§ **TASK REQUIREMENTS**: For the listing below, return the line containing "signed in at", the line containing "const spent = await", and all lines in between, exactly as written and nothing else.

§ **MATERIAL SUPPLIED**:
· · · · · · ·
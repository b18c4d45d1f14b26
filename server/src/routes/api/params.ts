/** Route parameters as plain strings (Express 5 types them as string | string[]). */
import type { Request } from 'express';

export function param(req: Request, name: string): string {
  const value: unknown = req.params[name];
  return Array.isArray(value) ? String(value[0] ?? '') : typeof value === 'string' ? value : '';
}
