/** Session and account routes: /api/session, /api/auth/*, /api/me (docs/console-api.md). */
import type { Request } from 'express';
import { ipKeyGenerator, rateLimit } from 'express-rate-limit';
import { z } from 'zod';
import type { SessionInfo } from '@nadirline/shared/contract';
import type { AppContext } from '../../context.ts';
import { csrfToken, renewCsrfToken } from '../../http/csrf.ts';
import { HttpError } from '../../http/problem.ts';
import { userAuth } from '../../http/roles.ts';
import { currentUser, signIn, signOut } from '../../http/session.ts';
import { bodyEmail, clientKey, getThrottleStore, Throttle, throttle, tooManyAttempts } from '../../http/throttle.ts';
import { fields, parseBody } from '../../http/validate.ts';
import {
  checkCredentials,
  membershipsOf,
  requestPasswordReset,
  resendVerification,
  resetPassword,
  serializeUser,
  signUp,
  updateProfile,
  verifyEmail,
} from '../../services/accounts.ts';
import { afterResponse } from '../../services/after-response.ts';
import { ApiRoutes } from './routes.ts';

/** Sign-in throttling: this many failed tries per e-mail address and client address ... */
export const SIGNIN_MAX_FAILURES = 5;
/** ... within this window. */
export const SIGNIN_WINDOW_MS = 15 * 60 * 1000;
/** Messages (verification, reset) one client may ask for per window, per address. */
export const MAIL_REQUESTS_PER_WINDOW = 5;
/** Failed sign-ins for one account, from any number of client addresses, per window. */
export const SIGNIN_ACCOUNT_MAX_FAILURES = 20;
/** Mail requests (verification, reset) for one address from all clients together, per window. */
export const MAIL_REQUESTS_PER_ADDRESS = 5;
/** Mail requests (verification, reset) one client may make for all addresses together, per window. */
export const MAIL_REQUESTS_PER_CLIENT = 20;
/** Sign-ups one client may make per hour, and sign-ups naming one address per hour. */
export const SIGNUPS_PER_CLIENT_PER_HOUR = 10;
export const SIGNUPS_PER_ADDRESS_PER_HOUR = 3;
const HOUR_MS = 3600 * 1000;

const SignupBody = z.object({
  email: fields.email,
  name: fields.name,
  password: fields.password,
  /** Empty or absent: no organization yet (e.g. signing up from an invitation). */
  organizationName: z.string().trim().max(200).optional(),
  invitationToken: fields.token.optional(),
});
const TokenBody = z.object({ token: fields.token });
const EmailBody = z.object({ email: fields.email });
const SigninBody = z.object({ email: fields.email, password: z.string().min(1, { message: 'Enter your password.' }).max(200) });
const ResetBody = z.object({ token: fields.token, password: fields.password });
const MeBody = z
  .object({ name: fields.name.optional(), password: fields.password.optional(), currentPassword: z.string().max(200).optional() })
  .refine((b) => b.name !== undefined || b.password !== undefined, { message: 'Send a name or a password to change.' });

function clientAndEmail(req: Request): string {
  const email = typeof req.body?.email === 'string' ? req.body.email.trim().toLowerCase() : '';
  return `${ipKeyGenerator(req.ip ?? 'unknown')}|${email}`;
}

function tooMany(what: string) {
  return (_req: Request, res: { getHeader(name: string): unknown }, next: (err: unknown) => void) => {
    const retryAfter = Number(res.getHeader('Retry-After') ?? 0);
    const minutes = Math.max(1, Math.ceil(retryAfter / 60));
    next(new HttpError('too-many-attempts', `${what} Try again in ${minutes} minute${minutes === 1 ? '' : 's'}.`, { retryAfterSeconds: retryAfter }));
  };
}

export function accountRoutes(ctx: AppContext): ApiRoutes {
  const r = new ApiRoutes();

  const signinLimiter = rateLimit({
    windowMs: SIGNIN_WINDOW_MS,
    limit: SIGNIN_MAX_FAILURES,
    skipSuccessfulRequests: true,
    standardHeaders: 'draft-8',
    legacyHeaders: false,
    keyGenerator: clientAndEmail,
    handler: tooMany('Too many failed sign-in attempts for this address.'),
  });
  const mailLimiter = rateLimit({
    windowMs: SIGNIN_WINDOW_MS,
    limit: MAIL_REQUESTS_PER_WINDOW,
    standardHeaders: 'draft-8',
    legacyHeaders: false,
    keyGenerator: clientAndEmail,
    handler: tooMany('Too many e-mails asked for this address.'),
  });

  const store = getThrottleStore(ctx);
  const accountFailures = new Throttle(store, { name: 'signin-account', limit: SIGNIN_ACCOUNT_MAX_FAILURES, windowMs: SIGNIN_WINDOW_MS });
  const mailThrottle = throttle(
    [
      { throttle: new Throttle(store, { name: 'mail-client', limit: MAIL_REQUESTS_PER_CLIENT, windowMs: SIGNIN_WINDOW_MS }), key: clientKey },
      { throttle: new Throttle(store, { name: 'mail-address', limit: MAIL_REQUESTS_PER_ADDRESS, windowMs: SIGNIN_WINDOW_MS }), key: bodyEmail },
    ],
    'Too many e-mails asked for.',
  );
  const signupThrottle = throttle(
    [
      { throttle: new Throttle(store, { name: 'signup-client', limit: SIGNUPS_PER_CLIENT_PER_HOUR, windowMs: HOUR_MS }), key: clientKey },
      { throttle: new Throttle(store, { name: 'signup-address', limit: SIGNUPS_PER_ADDRESS_PER_HOUR, windowMs: HOUR_MS }), key: bodyEmail },
    ],
    'Too many sign-ups from here or for this address.',
  );

  r.get('/session', 'session.read', async (req, res) => {
    const user = await currentUser(req, res);
    const session: SessionInfo = {
      user: user ? serializeUser(user) : null,
      memberships: user ? await membershipsOf(user.id) : [],
      csrfToken: csrfToken(req, res, ctx.config),
    };
    res.json(session);
  });

  r.post('/auth/signup', 'account.signup', signupThrottle, async (req, res) => {
    const body = parseBody(SignupBody, req);
    // The same answer for a taken address (services/accounts.ts signUp).
    const { user, created, verified } = await signUp(ctx, body);
    if (created && verified && body.invitationToken) {
      // An invitation proved the address and made the membership: the new member is signed in at
      // once, with no second sign-in (the session and CSRF token are those of /auth/signin).
      await signIn(req, res, created);
      const csrfToken = renewCsrfToken(req);
      res.status(201).json({ user, signedIn: true, memberships: await membershipsOf(created.id), csrfToken });
      return;
    }
    res.status(201).json({ user, signedIn: false });
  });

  r.post('/auth/verify-email', 'account.verify-email', async (req, res) => {
    const { token } = parseBody(TokenBody, req);
    const user = await verifyEmail(ctx, token);
    res.json({ user: serializeUser(user) });
  });

  r.post('/auth/resend-verification', 'account.recover', mailLimiter, mailThrottle, async (req, res) => {
    const { email } = parseBody(EmailBody, req);
    // Answer first: whether the address has an account must not show in the timing.
    res.status(202).end();
    afterResponse(ctx, 'verification resend', () => resendVerification(ctx, email));
  });

  r.post('/auth/signin', 'account.signin', signinLimiter, async (req, res) => {
    const { email, password } = parseBody(SigninBody, req);
    // Per account, from every client address together (any address, so it tells nothing about which exist).
    const spent = await accountFailures.peek(email);
    if (spent.count >= SIGNIN_ACCOUNT_MAX_FAILURES) throw tooManyAttempts('Too many failed sign-in attempts for this account.', spent.retryAfterS);
    let user;
    try {
      user = await checkCredentials(ctx, email, password);
    } catch (err) {
      if (err instanceof HttpError && err.code === 'invalid-credentials') await accountFailures.hit(email);
      throw err;
    }
    await signIn(req, res, user);
    const token = renewCsrfToken(req);
    await signinLimiter.resetKey(clientAndEmail(req));
    await accountFailures.reset(email);
    const session: SessionInfo = { user: serializeUser(user), memberships: await membershipsOf(user.id), csrfToken: token };
    res.json(session);
  });

  r.post('/auth/signout', 'account.signout', async (req, res) => {
    await signOut(req, res);
    res.status(204).end();
  });

  r.post('/auth/forgot-password', 'account.recover', mailLimiter, mailThrottle, async (req, res) => {
    const { email } = parseBody(EmailBody, req);
    // Answer first: the same answer, at the same moment, for known and unknown addresses.
    res.status(202).end();
    afterResponse(ctx, 'password reset', () => requestPasswordReset(ctx, email));
  });

  r.post('/auth/reset-password', 'account.recover', async (req, res) => {
    const { token, password } = parseBody(ResetBody, req);
    await resetPassword(ctx, token, password);
    res.status(204).end();
  });

  r.patch('/me', 'account.update', async (req, res) => {
    const body = parseBody(MeBody, req);
    const user = await updateProfile(ctx, userAuth(res), body, req.sessionID);
    res.json({ user: serializeUser(user) });
  });

  return r;
}
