/** Organizations, members and invitations (docs/console-api.md "Organizations and members"). */
import { z } from 'zod';
import type { AppContext } from '../../context.ts';
import { orgAuth, userAuth } from '../../http/roles.ts';
import { fields, parseBody } from '../../http/validate.ts';
import {
  ASSIGNABLE_ROLES,
  acceptInvitation,
  changeMemberRole,
  createOrganization,
  deleteOrganization,
  describeInvitation,
  inviteMember,
  listMembers,
  removeMember,
  renameOrganization,
  revokeInvitation,
  serializeOrganization,
  transferOwnership,
} from '../../services/orgs.ts';
import { recordAudit } from '../../services/audit.ts';
import { param } from './params.ts';
import { ApiRoutes } from './routes.ts';
import { bodyEmail, clientKey, getThrottleStore, Throttle, throttle } from '../../http/throttle.ts';

/** Invitations one client may send per hour, and invitations to one address (from any organization) per hour. */
export const INVITATIONS_PER_CLIENT_PER_HOUR = 30;
export const INVITATIONS_PER_ADDRESS_PER_HOUR = 5;

const NameBody = z.object({ name: fields.name });
const TransferBody = z.object({ userId: z.string().min(1).max(40) });
const roleField = z.enum(ASSIGNABLE_ROLES, { message: 'Choose admin, editor or viewer (the owner role moves only by transfer).' });
const InviteBody = z.object({ email: fields.email, role: roleField });
const RoleBody = z.object({ role: roleField });
const SettingsBody = z.object({
  confirmSuspiciousSets: z.boolean({ message: 'confirmSuspiciousSets must be true or false.' }),
});


export function orgRoutes(ctx: AppContext): ApiRoutes {
  const r = new ApiRoutes();

  r.post('/orgs', 'org.create', async (req, res) => {
    const { name } = parseBody(NameBody, req);
    const org = await createOrganization(ctx, userAuth(res), name);
    res.status(201).json({ organization: serializeOrganization(org) });
  });

  r.get('/orgs/:org', 'org.read', (_req, res) => {
    const auth = orgAuth(res);
    res.json({ organization: serializeOrganization(auth.organization), role: auth.role });
  });

  r.patch('/orgs/:org', 'org.rename', async (req, res) => {
    const { name } = parseBody(NameBody, req);
    const org = await renameOrganization(ctx, orgAuth(res), name);
    res.json({ organization: serializeOrganization(org) });
  });

  r.patch('/orgs/:org/settings', 'org.settings', async (req, res) => {
    const auth = orgAuth(res);
    const body = parseBody(SettingsBody, req);
    const was = Boolean(auth.organization.confirmSuspiciousSets);
    await auth.organization.update({ confirmSuspiciousSets: body.confirmSuspiciousSets });
    if (was !== body.confirmSuspiciousSets) {
      await recordAudit(ctx, {
        organizationId: auth.organization.id,
        actorUserId: auth.user.id,
        action: 'org.settings',
        targetType: 'organization',
        targetId: auth.organization.id,
        detail: { confirmSuspiciousSets: body.confirmSuspiciousSets },
      });
    }
    res.json({ organization: serializeOrganization(auth.organization) });
  });

  r.delete('/orgs/:org', 'org.delete', async (_req, res) => {
    await deleteOrganization(ctx, orgAuth(res));
    res.status(204).end();
  });

  r.post('/orgs/:org/transfer', 'org.transfer', async (req, res) => {
    const { userId } = parseBody(TransferBody, req);
    await transferOwnership(ctx, orgAuth(res), userId);
    res.status(204).end();
  });

  r.get('/orgs/:org/members', 'members.read', async (_req, res) => {
    res.json(await listMembers(orgAuth(res).organization.id));
  });

  const store = getThrottleStore(ctx);
  const inviteThrottle = throttle(
    [
      { throttle: new Throttle(store, { name: 'invite-client', limit: INVITATIONS_PER_CLIENT_PER_HOUR, windowMs: 3600_000 }), key: clientKey },
      { throttle: new Throttle(store, { name: 'invite-address', limit: INVITATIONS_PER_ADDRESS_PER_HOUR, windowMs: 3600_000 }), key: bodyEmail },
    ],
    'Too many invitations sent from here or to this address.',
  );

  r.post('/orgs/:org/invitations', 'members.manage', inviteThrottle, async (req, res) => {
    const { email, role } = parseBody(InviteBody, req);
    const invitation = await inviteMember(ctx, orgAuth(res), email, role);
    res.status(201).json({ invitation });
  });

  r.delete('/orgs/:org/invitations/:id', 'members.manage', async (req, res) => {
    await revokeInvitation(ctx, orgAuth(res), param(req, 'id'));
    res.status(204).end();
  });

  r.get('/invitations/:token', 'invitation.read', async (req, res) => {
    res.json(await describeInvitation(param(req, 'token')));
  });

  r.post('/invitations/:token/accept', 'invitation.accept', async (req, res) => {
    const membership = await acceptInvitation(ctx, userAuth(res), param(req, 'token'));
    res.json({ membership });
  });

  r.patch('/orgs/:org/members/:userId', 'members.manage', async (req, res) => {
    const { role } = parseBody(RoleBody, req);
    const member = await changeMemberRole(ctx, orgAuth(res), param(req, 'userId'), role);
    res.json({ member });
  });

  r.delete('/orgs/:org/members/:userId', 'members.manage', async (req, res) => {
    await removeMember(ctx, orgAuth(res), param(req, 'userId'));
    res.status(204).end();
  });

  return r;
}
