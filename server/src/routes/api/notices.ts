/** Notices in the console and each member's e-mail switches (docs/console-api.md "Notices"). */
import { z } from 'zod';
import type { AppContext } from '../../context.ts';
import { orgAuth, userAuth } from '../../http/roles.ts';
import { parseBody } from '../../http/validate.ts';
import { NOTICE_KIND_IDS, listNotices, noticePreferences, setNoticePreferences } from '../../services/notices.ts';
import { ApiRoutes } from './routes.ts';

const PreferencesBody = z
  .object(Object.fromEntries(NOTICE_KIND_IDS.map((k) => [k, z.boolean({ message: 'true (send e-mail) or false (do not).' }).optional()])) as Record<(typeof NOTICE_KIND_IDS)[number], z.ZodOptional<z.ZodBoolean>>)
  .strict();

export function noticeRoutes(_ctx: AppContext): ApiRoutes {
  const r = new ApiRoutes();

  r.get('/orgs/:org/notices', 'notices.read', async (_req, res) => {
    const auth = orgAuth(res);
    res.json({ notices: await listNotices(auth.organization.id, auth.role) });
  });

  r.get('/me/notices', 'account.notices', async (_req, res) => {
    res.json({ preferences: await noticePreferences(userAuth(res).id) });
  });

  r.patch('/me/notices', 'account.notices', async (req, res) => {
    const body = parseBody(PreferencesBody, req);
    res.json({ preferences: await setNoticePreferences(userAuth(res).id, body) });
  });

  return r;
}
· · · · · · ·
§ **TASK RESPONSE**:
      // An invitation proved the address and made the membership: the new member is signed in at
      // once, with no second sign-in (the session and CSRF token are those of /auth/signin).
      await signIn(req, res, created);
      const csrfToken = renewCsrfToken(req);
      res.status(201).json({ user, signedIn: true, memberships: await membershipsOf(created.id), csrfToken });
      return;
    }
    res.status(201).json({ user, signedIn: false });
  });

  r.post('/auth/verify-email', 'account.verify-email', async (req, res) => {
    const { token } = parseBody(TokenBody, req);
    const user = await verifyEmail(ctx, token);
    res.json({ user: serializeUser(user) });
  });

  r.post('/auth/resend-verification', 'account.recover', mailLimiter, mailThrottle, async (req, res) => {
    const { email } = parseBody(EmailBody, req);
    // Answer first: whether the address has an account must not show in the timing.
    res.status(202).end();
    afterResponse(ctx, 'verification resend', () => resendVerification(ctx, email));
  });

  r.post('/auth/signin', 'account.signin', signinLimiter, async (req, res) => {
    const { email, password } = parseBody(SigninBody, req);
    // Per account, from every client address together (any address, so it tells nothing about which exist).
    const spent = await accountFailures.peek(email);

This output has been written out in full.